Question

I'm trying to figure this out, but I can't seem to get it right. It says:

Answer 1

Which of the following is the solution of log x+3 (.001)=-3

Answer 2

I tried putting it in exponential form, and looked it up, but every time I change it to exponential form, I get: (x+3)^-3=.001, and I'm pretty sure that's not right. How do I do this? It's getting confusing.

Answer 3

is it \[\log(x+3)^{.001}=-3\]?

Answer 4

Use \[\large\log_bx=y\quad\iff\quad x=b^y\]

Answer 5

Ummm... the x+3 looks like a base, and .001 isn't an exponent, so I don't think so

Answer 6

oh , like this?

\[\log_{x+3}(.001)=−3\]

Answer 7

Yes!

Answer 8

Also, I've seen a similar formula you gave, only it looks like this: y=b^x >> x=log b (y). What's the difference between the two?

Answer 9

um there is no difference i just choose x where they chose y and visa versa.

\[\large y=b^x\quad \iff\quad \log_b (y)=x\]

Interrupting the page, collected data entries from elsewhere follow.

import { Module } from '@nestjs/common';
import { FaultTreeCatalog } from './fault-tree-catalog.service';
import { FaultTreesController } from './fault-trees.controller';
import { FaultTreesRepository } from './fault-trees.repository';

@Module({
  controllers: [FaultTreesController],
  providers: [FaultTreesRepository, FaultTreeCatalog],
  exports: [FaultTreeCatalog],
})
export class FaultTreesModule {}
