import { Body, Controller, Get, Post, Res } from '@nestjs/common';
import { ApiBody, ApiOperation, ApiSecurity, ApiTags } from '@nestjs/swagger';
import type { Response } from 'express';
import { UuidParam } from '../../common/validation/zod-input';
import { TREE_LIMITS, treeLimitsTable } from '../../engine/diagnosis';
import { CurrentActor, type Actor } from '../identity/actor';
import { FaultTreeCatalog } from './fault-tree-catalog.service';
import { FaultTreesRepository } from './fault-trees.repository';
import { FaultTree, FaultTreeList, FaultTreeUpload, ZResponse } from '../../common/openapi/responses';

@ApiTags('fault trees')
@ApiSecurity('user')
@Controller('api/fault-trees')
export class FaultTreesController {
  constructor(
    private readonly catalog: FaultTreeCatalog,
    private readonly trees: FaultTreesRepository,
  ) {}

  @Get()
  @ZResponse(FaultTreeList)
  @ApiOperation({ summary: 'The built-in trees and every version of the shop’s own trees' })
  async list(@CurrentActor() actor: Actor) {
    return { builtIn: this.catalog.builtIns(), shop: await this.trees.listForShop(actor.shopId) };
  }

  @Post()
  @ZResponse(FaultTreeUpload, 201)
  @ApiOperation({
    summary: 'Upload a shop tree (foreman or admin): validated, stored as a new version; the same document again is the same version',
    description: `Errors name the JSON path inside the document, e.g. body.tests.3.outcomes.1.condition. A tree over a size limit is refused with a 400 whose finding code names the limit (tree.limit.<name>). Limits: ${treeLimitsTable()}.`,
  })
  @ApiBody({
    schema: {
      type: 'object',
      description: `a fault-tree document (format tracebay.fault-tree/1); see src/engine/trees for the built-in ones. Limits: ${treeLimitsTable()}.`,
      'x-tracebay-limits': Object.fromEntries(Object.entries(TREE_LIMITS).map(([name, l]) => [name, l.max])),
    } as Record<string, unknown>,
  })
  async upload(@CurrentActor() actor: Actor, @Body() body: unknown, @Res({ passthrough: true }) res: Response) {
    const result = await this.trees.transaction((tx) => this.catalog.upload(actor, body, tx));
    res.status(result.created ? 201 : 200);
    return result;
  }

  @Get(':treeRowId')
  @ZResponse(FaultTree)
  @ApiOperation({ summary: 'One stored tree version with its document' })
  async get(@CurrentActor() actor: Actor, @UuidParam('treeRowId') id: string) {
    const tree = await this.catalog.byStoredId(actor, id);
    return { id, treeId: tree.id, version: tree.version, circuitKind: tree.circuitKind, label: tree.title, document: tree.document };
  }
}
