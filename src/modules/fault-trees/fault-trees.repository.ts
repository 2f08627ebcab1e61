import { Injectable } from '@nestjs/common';
import type { Db } from '../../common/database/database.tokens';
import { PrismaRepository } from '../../common/database/prisma-repository';
import type { CircuitKind, Prisma } from '../../generated/prisma/client';

const summary = {
  id: true,
  shopId: true,
  treeId: true,
  version: true,
  circuitKind: true,
  label: true,
  createdAt: true,
  createdBy: { select: { id: true, name: true } },
} satisfies Prisma.FaultTreeSelect;

@Injectable()
export class FaultTreesRepository extends PrismaRepository {
  /** The stored row of a tree version; created once (a tree version is never changed). */
  async ensure(
    db: Db,
    data: { shopId: string | null; treeId: string; version: string; circuitKind: CircuitKind; label: string; document: object; createdById: string | null },
  ) {
    const where = { shopId: data.shopId, treeId: data.treeId, version: data.version };
    // Insert-if-absent in one statement, so two requests binding the same version at once both succeed.
    const { count } = await db.faultTree.createMany({ data: [data], skipDuplicates: true });
    return { row: (await db.faultTree.findFirst({ where, select: summary }))!, created: count === 1 };
  }

  /** The shop's own tree versions, newest first. */
  listForShop(shopId: string) {
    return this.prisma.faultTree.findMany({ where: { shopId }, select: summary, orderBy: [{ createdAt: 'desc' }, { id: 'asc' }] });
  }

  /** The newest version of a shop tree id. */
  latestForShop(shopId: string, treeId: string, db: Db = this.prisma) {
    return db.faultTree.findFirst({ where: { shopId, treeId }, select: summary, orderBy: [{ createdAt: 'desc' }, { id: 'asc' }] });
  }

  /** A stored version visible to the shop (its own or a built-in one), with the document. */
  findVisible(shopId: string, id: string, db: Db = this.prisma) {
    return db.faultTree.findFirst({ where: { id, OR: [{ shopId }, { shopId: null }] }, select: { ...summary, document: true } });
  }
}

hmm, can you express .001 as a power of ten?

Answer 10

That would be 10^-2, right?

Answer 11

.1 is 10^-1

.01 is 10^-2
so
.001 is 10 ^-...

Answer 12

Oh 10^-3. Whoops. Okay, got it.

Answer 13

Right , so

\[\log_{x+3}(.001)=−3\\\log_{x+3}(10^{-3})=−3\]

Answer 14

So...
10^-3=(x+3)^-3 ?

Answer 15

yes!

Answer 16

So when I'm solving this, can I cancel the exponents out, or would that be bad?

Answer 17

that's correct
the exponents on both sides are the same so they can cancel

10 = x+3

Answer 18

So x=7. Okay, got it. Thank you for helping me!! That really fixed my confusion.

Answer 19

yay you got it !